_What you are asked to do_
Please copy out the entries below exactly, beginning with the line that contains "#include <gtest/gtest.h>" and ending with the line that contains "o.barrier_max_J = 3.5 * eV;", and include nothing outside that span.
+++ Data for analysis
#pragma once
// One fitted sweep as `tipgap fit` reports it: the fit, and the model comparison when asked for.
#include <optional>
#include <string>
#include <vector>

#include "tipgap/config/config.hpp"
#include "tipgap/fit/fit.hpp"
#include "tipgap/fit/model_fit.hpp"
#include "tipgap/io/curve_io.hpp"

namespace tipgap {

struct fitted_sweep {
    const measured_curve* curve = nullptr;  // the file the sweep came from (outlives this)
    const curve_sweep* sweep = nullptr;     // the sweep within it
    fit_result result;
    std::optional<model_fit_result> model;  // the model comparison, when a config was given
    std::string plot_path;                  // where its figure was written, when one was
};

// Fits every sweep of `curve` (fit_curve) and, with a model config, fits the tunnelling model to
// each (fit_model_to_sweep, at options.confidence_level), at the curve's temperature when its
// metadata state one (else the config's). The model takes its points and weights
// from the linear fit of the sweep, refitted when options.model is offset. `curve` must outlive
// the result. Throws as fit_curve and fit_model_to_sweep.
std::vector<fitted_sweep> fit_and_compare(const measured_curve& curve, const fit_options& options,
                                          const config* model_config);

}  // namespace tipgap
++++++
+++ Data for analysis
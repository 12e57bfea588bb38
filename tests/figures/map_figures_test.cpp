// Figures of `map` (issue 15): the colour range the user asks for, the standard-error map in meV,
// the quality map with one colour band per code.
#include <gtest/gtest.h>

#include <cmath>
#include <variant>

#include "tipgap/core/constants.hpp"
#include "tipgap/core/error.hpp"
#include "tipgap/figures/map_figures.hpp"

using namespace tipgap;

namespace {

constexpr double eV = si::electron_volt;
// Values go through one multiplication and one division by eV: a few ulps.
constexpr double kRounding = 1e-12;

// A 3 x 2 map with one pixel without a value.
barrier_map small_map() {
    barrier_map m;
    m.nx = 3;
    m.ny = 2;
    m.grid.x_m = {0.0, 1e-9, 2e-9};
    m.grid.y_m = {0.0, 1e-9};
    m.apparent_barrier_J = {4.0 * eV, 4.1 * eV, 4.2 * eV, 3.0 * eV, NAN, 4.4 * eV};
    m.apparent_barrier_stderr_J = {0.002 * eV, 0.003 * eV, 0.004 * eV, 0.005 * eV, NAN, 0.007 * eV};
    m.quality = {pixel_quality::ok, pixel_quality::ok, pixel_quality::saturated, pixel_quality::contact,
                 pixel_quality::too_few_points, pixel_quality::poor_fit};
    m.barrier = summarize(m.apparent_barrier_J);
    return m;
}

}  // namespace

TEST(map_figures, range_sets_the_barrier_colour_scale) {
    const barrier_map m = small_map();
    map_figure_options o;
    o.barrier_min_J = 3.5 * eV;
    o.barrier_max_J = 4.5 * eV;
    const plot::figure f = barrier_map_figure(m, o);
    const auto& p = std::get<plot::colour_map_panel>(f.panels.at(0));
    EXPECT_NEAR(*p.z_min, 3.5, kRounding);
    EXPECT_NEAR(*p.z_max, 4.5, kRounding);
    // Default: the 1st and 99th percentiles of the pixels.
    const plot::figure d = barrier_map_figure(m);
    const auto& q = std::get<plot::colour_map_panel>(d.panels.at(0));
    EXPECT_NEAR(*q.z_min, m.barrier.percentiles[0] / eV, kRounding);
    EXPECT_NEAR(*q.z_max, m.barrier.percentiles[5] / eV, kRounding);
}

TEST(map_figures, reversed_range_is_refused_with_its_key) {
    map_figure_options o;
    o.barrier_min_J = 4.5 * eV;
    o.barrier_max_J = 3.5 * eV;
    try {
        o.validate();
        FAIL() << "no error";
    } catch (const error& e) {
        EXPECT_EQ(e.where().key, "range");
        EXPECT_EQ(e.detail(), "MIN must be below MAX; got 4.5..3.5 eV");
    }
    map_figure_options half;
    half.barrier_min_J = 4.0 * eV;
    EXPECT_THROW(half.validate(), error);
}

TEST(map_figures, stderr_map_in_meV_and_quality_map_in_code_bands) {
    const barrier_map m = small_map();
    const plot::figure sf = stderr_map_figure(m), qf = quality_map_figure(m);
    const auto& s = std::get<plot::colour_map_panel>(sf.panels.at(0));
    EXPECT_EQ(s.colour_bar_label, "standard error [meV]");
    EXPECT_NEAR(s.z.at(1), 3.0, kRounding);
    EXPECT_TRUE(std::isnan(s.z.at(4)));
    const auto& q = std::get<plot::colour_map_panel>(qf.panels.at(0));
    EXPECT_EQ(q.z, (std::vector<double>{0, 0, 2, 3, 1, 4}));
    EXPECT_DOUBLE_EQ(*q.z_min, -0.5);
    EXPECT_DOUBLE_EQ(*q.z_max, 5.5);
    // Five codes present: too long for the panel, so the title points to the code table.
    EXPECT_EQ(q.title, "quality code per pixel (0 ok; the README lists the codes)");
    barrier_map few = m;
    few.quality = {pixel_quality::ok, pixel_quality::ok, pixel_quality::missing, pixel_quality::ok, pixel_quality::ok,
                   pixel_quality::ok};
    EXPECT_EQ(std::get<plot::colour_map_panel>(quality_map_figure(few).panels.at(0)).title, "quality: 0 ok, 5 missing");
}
++++++
_Result of the task_
#include <gtest/gtest.h>

#include <cmath>
#include <variant>

#include "tipgap/core/constants.hpp"
#include "tipgap/core/error.hpp"
#include "tipgap/figures/map_figures.hpp"

using namespace tipgap;

namespace {

constexpr double eV = si::electron_volt;
// Values go through one multiplication and one division by eV: a few ulps.
constexpr double kRounding = 1e-12;

// A 3 x 2 map with one pixel without a value.
barrier_map small_map() {
    barrier_map m;
    m.nx = 3;
    m.ny = 2;
    m.grid.x_m = {0.0, 1e-9, 2e-9};
    m.grid.y_m = {0.0, 1e-9};
    m.apparent_barrier_J = {4.0 * eV, 4.1 * eV, 4.2 * eV, 3.0 * eV, NAN, 4.4 * eV};
    m.apparent_barrier_stderr_J = {0.002 * eV, 0.003 * eV, 0.004 * eV, 0.005 * eV, NAN, 0.007 * eV};
    m.quality = {pixel_quality::ok, pixel_quality::ok, pixel_quality::saturated, pixel_quality::contact,
                 pixel_quality::too_few_points, pixel_quality::poor_fit};
    m.barrier = summarize(m.apparent_barrier_J);
    return m;
}

}  // namespace

TEST(map_figures, range_sets_the_barrier_colour_scale) {
    const barrier_map m = small_map();
    map_figure_options o;
    o.barrier_min_J = 3.5 * eV;
    o.barrier_max_J = 4.5 * eV;
    const plot::figure f = barrier_map_figure(m, o);
    const auto& p = std::get<plot::colour_map_panel>(f.panels.at(0));
    EXPECT_NEAR(*p.z_min, 3.5, kRounding);
    EXPECT_NEAR(*p.z_max, 4.5, kRounding);
    // Default: the 1st and 99th percentiles of the pixels.
    const plot::figure d = barrier_map_figure(m);
    const auto& q = std::get<plot::colour_map_panel>(d.panels.at(0));
    EXPECT_NEAR(*q.z_min, m.barrier.percentiles[0] / eV, kRounding);
    EXPECT_NEAR(*q.z_max, m.barrier.percentiles[5] / eV, kRounding);
}

TEST(map_figures, reversed_range_is_refused_with_its_key) {
    map_figure_options o;
    o.barrier_min_J = 4.5 * eV;
    o.barrier_max_J = 3.5 * eV;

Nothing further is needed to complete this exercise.